It has previously been believed that our Solar System began from a cloud of simple molecular gas, and only as Earth evolved did complex organic molecules form. However, recent observations of the atmospheres around old carbon stars show the existence of organic molecules. As these stars die, they spew organic molecules out into the interstellar medium where new stars form. The formation of a new star may include a planetary system with Earth-like planets that in turn will contain organic molecules right from the start.

Another theory points to a Martian meteorite, known as ALH84001, discovered in an ice field in Antarctica. Although this 4.2 pound piece of rock is thought to have landed on Earth about 13,000 years ago, it was ejected from Mars 16 million years ago and radioactive dating shows that it formed about 4 billion years ago at a time when Mars was much warmer and wetter.

Observations by the Mars Global Surveyor indicate areas of liquid water run-off—perhaps even in the very recent past. In this image it appears that water has seeped from beneath the Martian surface and run down the steep gully walls. Image courtesy of NASA/JPL/Malin Space Science Systems.

The Search Is On

To find life elsewhere, we must first find homes for life on Earth. Mars has long been a place of study, originally because of it being our neighbor and thus the fodder for many a science fiction story, but also when the surface of Mars was photographed and mapped by spacecraft beginning with Mariner, those stories became more than fantasy.

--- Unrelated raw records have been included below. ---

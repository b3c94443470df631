//! Reading matrices from what people paste.
//!
//! The shape decides, not statistics of separators: every combination of decimal
//! mark and delimiter is tried, and those stay in which every token is a number and
//! the numbers make 4×4 matrices.

mod literal;
mod number;
mod source;
mod table;

pub use number::{DecimalMark, NumberProblem, PrintedNumber, parse_number};

use crate::error::{Error, Note, Place, Result, Severity};
use source::Source;

/// A longer text is refused: ten thousand matrices take a quarter of it.
const LARGEST_TEXT: usize = 16 << 20;

/// More complaints are counted and not listed.
const MOST_REFUSALS: usize = 20;

/// What a person may settle about a text.
#[derive(Debug, Clone, Copy, PartialEq, Eq, Default)]
pub struct ReadOptions {
    /// `None`: found out.
    pub decimal: Option<DecimalMark>,
    /// `None`: found out. Means nothing in bracketed forms.
    pub delimiter: Option<Delimiter>,
}

/// What stands between the numbers of a row.
#[derive(Debug, Clone, Copy, PartialEq, Eq)]
pub enum Delimiter {
    /// One tab.
    Tab,
    /// One semicolon.
    Semicolon,
    /// One comma; with decimal commas, one that is followed by a space.
    Comma,
    /// Any white space.
    Space,
}

/// How a text is laid out.
#[derive(Debug, Clone, Copy, PartialEq, Eq)]
pub enum Form {
    /// Lines of numbers.
    Table,
    /// Nested brackets: Python, NumPy, JSON.
    Brackets,
    /// Brackets with rows that end at semicolons.
    BracketsWithSemicolons,
}

/// One matrix of a text.
#[derive(Debug, Clone, PartialEq)]
pub struct MatrixRead {
    /// Sixteen numbers in the order of the text.
    pub mueller: [f64; 16],
    /// From a comment, a name or a row label beside it.
    pub label: Option<String>,
    /// Where it begins, counted from one.
    pub line: usize,
    /// The printed resolution is `10^-decimals`; `None` where that says nothing.
    pub decimals: Option<u32>,
}

/// How a text was understood.
#[derive(Debug, Clone, Copy, PartialEq, Eq)]
pub struct ReadingDescription {
    /// The layout.
    pub form: Form,
    /// The decimal mark.
    pub decimal: DecimalMark,
    /// Whether marks that group thousands were dropped.
    pub grouped: bool,
    /// `None` in bracketed forms.
    pub delimiter: Option<Delimiter>,
    /// Lines of text before the first numbers.
    pub header_row_count: usize,
}

/// A second reading that gives other numbers.
#[derive(Debug, Clone, PartialEq)]
pub struct Alternative {
    /// How.
    pub reading: ReadingDescription,
    /// What.
    pub matrices: Vec<MatrixRead>,
}

/// What a text holds.
#[derive(Debug, Clone, PartialEq)]
pub struct MatricesRead {
    /// At least one.
    pub matrices: Vec<MatrixRead>,
    /// How they were understood.
    pub reading: ReadingDescription,
    /// Other readings with other numbers: then the person must choose.
    pub alternatives: Vec<Alternative>,
    /// What was refused, and what is worth knowing.
    pub notes: Vec<Note>,
}

/// Reads every 4×4 matrix of a text: tables with any delimiter and decimal mark,
/// nested lists, NumPy prints, bracketed rows with semicolons, JSON arrays; 4×4,
/// 1×16, n×16, n×4 and columns of sixteen.
///
/// # Errors
/// Where no matrix can be read: the reason, with line and character. Where some
/// can, the others are refusals among the notes.
pub fn parse_matrices(text: &str, options: &ReadOptions) -> Result<MatricesRead> {
    if text.len() > LARGEST_TEXT {
        return Err(Error::new(
            "too-large",
            "This text is larger than 16 MiB, which is more than is read at once.",
        ));
    }
    let source = Source::new(text);
    source.refuse_unread_forms()?;
    let mut attempts = if source.is_bracketed() {
        literal::attempts(&source, options)
    } else {
        table::attempts(&source, options)
    };
    // First the readings without a complaint, then those that got farthest; the
    // order of trying decides between equals.
    attempts.sort_by_key(|attempt| {
        (
            !attempt.is_clean(),
            std::cmp::Reverse(attempt.matrices.len()),
            std::cmp::Reverse(attempt.numbers),
            attempt.refusals.len(),
        )
    });
    let mut attempts = attempts.into_iter();
    let Some(best) = attempts.next() else {
        return Err(Error::new(
            "no-numbers",
            "There are no numbers in this text.",
        ));
    };
    if best.matrices.is_empty() {
        return Err(best
            .refusals
            .into_iter()
            .next()
            .unwrap_or_else(|| Error::new("no-numbers", "There are no numbers in this text.")));
    }
    let mut alternatives: Vec<Alternative> = Vec::new();
    if best.is_clean() {
        for other in attempts.take_while(Attempt::is_clean) {
            let differs = |matrices: &[MatrixRead]| !same_numbers(matrices, &other.matrices);
            if differs(&best.matrices) && alternatives.iter().all(|a| differs(&a.matrices)) {
                alternatives.push(Alternative {
                    reading: other.reading,
                    matrices: other.matrices,
                });
            }
        }
    }
    let mut notes = best.notes;
    if !alternatives.is_empty() {
        notes.push(Note {
            severity: Severity::Warning,
            code: "ambiguous-reading",
            message: "These numbers can be read in more than one way; choose the right one."
                .to_owned(),
            at: None,
        });
    }
    let surplus = best.refusals.len().saturating_sub(MOST_REFUSALS);
    notes.extend(
        best.refusals
            .into_iter()
            .take(MOST_REFUSALS)
            .map(|error| Note {
                severity: Severity::Refusal,
                code: error.code,
                message: error.message,
                at: error.at,
            }),
    );
    if surplus > 0 {
        notes.push(Note {
            severity: Severity::Refusal,
            code: "more-refusals",
            message: format!("And {surplus} more places that could not be read."),
            at: None,
        });
    }
    Ok(MatricesRead {
        matrices: best.matrices,
        reading: best.reading,
        alternatives,
        notes,
    })
}

/// One way to read a text, and how far it got.
struct Attempt {
    reading: ReadingDescription,
    matrices: Vec<MatrixRead>,
    /// How many tokens were numbers.
    numbers: usize,
    refusals: Vec<Error>,
    notes: Vec<Note>,
}

impl Attempt {
    fn is_clean(&self) -> bool {
        self.refusals.is_empty() && !self.matrices.is_empty()
    }
}

fn same_numbers(a: &[MatrixRead], b: &[MatrixRead]) -> bool {
    a.len() == b.len() && a.iter().zip(b).all(|(a, b)| a.mueller == b.mueller)
}

/// A number with its place.
#[derive(Debug, Clone, Copy)]
struct Placed {
    number: PrintedNumber,
    line: usize,
    character: usize,
    length: usize,
}

/// A row: numbers, or why it is none.
struct Row {
    numbers: std::result::Result<Vec<Placed>, Error>,
    label: Option<String>,
    line: usize,
    /// What refers to the row as a whole.
    length: usize,
}

/// Rows that belong together, without a blank line between them.
#[derive(Default)]
struct Block {
    rows: Vec<Row>,
    label: Option<String>,
}

/// What the rows of a text make.
struct Assembled {
    matrices: Vec<MatrixRead>,
    refusals: Vec<Error>,
    notes: Vec<Note>,
    numbers: usize,
}

/// Rows of four in fours, rows of sixteen, or sixteen numbers in any lines.
fn assemble(blocks: Vec<Block>) -> Assembled {
    let mut out = Assembled {
        matrices: Vec::new(),
        refusals: Vec::new(),
        notes: Vec::new(),
        numbers: 0,
    };
    let count = blocks.iter().map(|block| block.rows.len()).sum::<usize>();
    // Four lines apart by blank lines are one matrix with air in it.
    let blocks =
        if count == 4 && blocks.len() > 1 && blocks.iter().all(|block| block.rows.len() < 4) {
            let label = blocks.iter().find_map(|block| block.label.clone());
            vec![Block {
                rows: blocks.into_iter().flat_map(|block| block.rows).collect(),
                label,
            }]
        } else {
            blocks
        };
    for block in blocks {
        out.block(block);
    }
    out
}

impl Assembled {
    fn block(&mut self, block: Block) {
        let Block { rows, label } = block;
        let widths: Vec<usize> = rows
            .iter()
            .filter_map(|row| row.numbers.as_ref().ok().map(Vec::len))
            .collect();
        let total: usize = widths.iter().sum();
        self.numbers += total;
        let usual = |width| 2 * widths.iter().filter(|&&w| w == width).count() > widths.len();
        let whole = widths.len() == rows.len();
        let run = whole
            && total.is_multiple_of(16)
            && total > 0
            && !usual(4)
            && !usual(16)
            && (usual(1) || total == 16 || rows.len() == 1);
        if run {
            self.run(rows, label);
        } else if usual(16) || (widths.is_empty() && rows.len() != 4) {
            self.rows_of_sixteen(rows, label);
        } else {
            self.rows_of_four(rows, label);
        }
    }

    /// Numbers one after the other, wherever the lines break.
    fn run(&mut self, rows: Vec<Row>, label: Option<String>) {
        let numbers: Vec<Placed> = rows
            .into_iter()
            .flat_map(|row| row.numbers.unwrap_or_default())
            .collect();
        let several = numbers.len() > 16;
        for (k, sixteen) in numbers.chunks_exact(16).enumerate() {
            let label = label.clone().filter(|_| !several || k == 0);
            self.matrix(sixteen, label);
        }
    }

    fn rows_of_sixteen(&mut self, rows: Vec<Row>, label: Option<String>) {
        let mut label = label;
        for row in rows {
            let name = self.matrices.len() + self.refusals.len() + 1;
            match row.numbers {
                Ok(numbers) if numbers.len() == 16 => {
                    let own = row.label.or(label.take());
                    self.matrix(&numbers, own);
                }
                Ok(numbers) => self.refusals.push(
                    Error::new(
                        "wrong-count",
                        format!(
                            "Matrix {name}: expected 16 numbers in a row, found {}.",
                            numbers.len()
                        ),
                    )
                    .at_text(row.line, 1, row.length),
                ),
                Err(error) => self.refusals.push(named(error, &format!("Matrix {name}"))),
            }
        }
    }

    fn rows_of_four(&mut self, mut rows: Vec<Row>, label: Option<String>) {
        let mut label = label;
        while !rows.is_empty() {
            let rest = rows.split_off(rows.len().min(4));
            let four = std::mem::replace(&mut rows, rest);
            let name = self.matrices.len() + 1;
            let (line, length) = (four[0].line, four[0].length);
            if four.len() < 4 && four.iter().all(|row| row.numbers.is_ok()) {
                self.refusals.push(
                    Error::new(
                        "wrong-count",
                        format!("Matrix {name}: expected 4 rows, found {}.", four.len()),
                    )
                    .at_text(line, 1, length),
                );
                return;
            }
            let mut numbers = Vec::with_capacity(16);
            let refused = self.refusals.len();
            for (k, row) in four.into_iter().enumerate() {
                let place = format!("Matrix {name}, row {}", k + 1);
                match row.numbers {
                    Ok(found) if found.len() == 4 => numbers.extend(found),
                    Ok(found) => self.refusals.push(
                        Error::new(
                            "ragged-row",
                            format!("{place}: expected 4 numbers, found {}.", found.len()),
                        )
                        .at_text(row.line, 1, row.length),
                    ),
                    Err(error) => self.refusals.push(named(error, &place)),
                }
            }
            let own = label.take();
            if self.refusals.len() == refused {
                self.matrix(&numbers, own);
            }
        }
    }

    fn matrix(&mut self, sixteen: &[Placed], label: Option<String>) {
        let Ok(numbers) = <&[Placed; 16]>::try_from(sixteen) else {
            return;
        };
        for placed in numbers.iter().filter(|placed| placed.number.underflows) {
            self.notes.push(Note {
                severity: Severity::Warning,
                code: "underflow",
                message: "This number is too small for a double and was read as zero.".to_owned(),
                at: Some(Place::Text {
                    line: placed.line,
                    character: placed.character,
                    length: placed.length,
                }),
            });
        }
        self.matrices.push(MatrixRead {
            mueller: numbers.map(|placed| placed.number.value),
            label: label.filter(|label| !label.is_empty()),
            line: numbers[0].line,
            decimals: resolution(numbers),
        });
    }
}

/// The complaint, with the matrix and row it is about.
fn named(mut error: Error, place: &str) -> Error {
    error.message = format!("{place}: {}", error.message);
    error
}

/// Plain decimals may have lost their trailing zeros, so the finest counts; numbers
/// with exponents say how fine each is, so the coarsest counts.
fn resolution(numbers: &[Placed; 16]) -> Option<u32> {
    let scientific = numbers.iter().any(|placed| placed.number.has_exponent);
    let others = numbers
        .iter()
        .filter(|placed| placed.number.value != 0.0)
        .map(|placed| placed.number.decimals);
    let decimals = if scientific {
        others.min()
    } else {
        others.max()
    };
    decimals
        .and_then(|decimals| u32::try_from(decimals.max(0)).ok())
        .filter(|&decimals| decimals <= 15)
}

Channels on the surface of Mars seem to give clear evidence that water once flowed there and that the planet was once much warmer than it is now.

The Galileo spacecraft sent to explore Jupiter has rekindled great interest about the possibility of life on its satellite, Europa. A large ocean of liquid water is thought to exist under the moon’s icy surface as evidenced by the recently discovered periodic fluctuations of Europa’s magnetic field. Regions of "chaotic" terrain may represent periodic episodes of crustal melting, which could allow for the exchange of nutrients and gases necessary for the propagation of simple life forms. There is also evidence that the ice layer covering the ocean may be fairly thin, only one or two kilometers thick. This can be inferred from the cycloidal crack patterns that scientists have determined are caused by Jupiter’s intense tidal pull.

Microbial life is known to exist in Europan-type conditions on Earth, and studies of Lake Vostok will enlighten future explorations for life in our Solar System. In addition, the Cassini spacecraft is hurtling toward Saturn where in 2004 it will be able to examine the ringed-planet’s large moon Titan, long a prime site for scientists’ speculation about life.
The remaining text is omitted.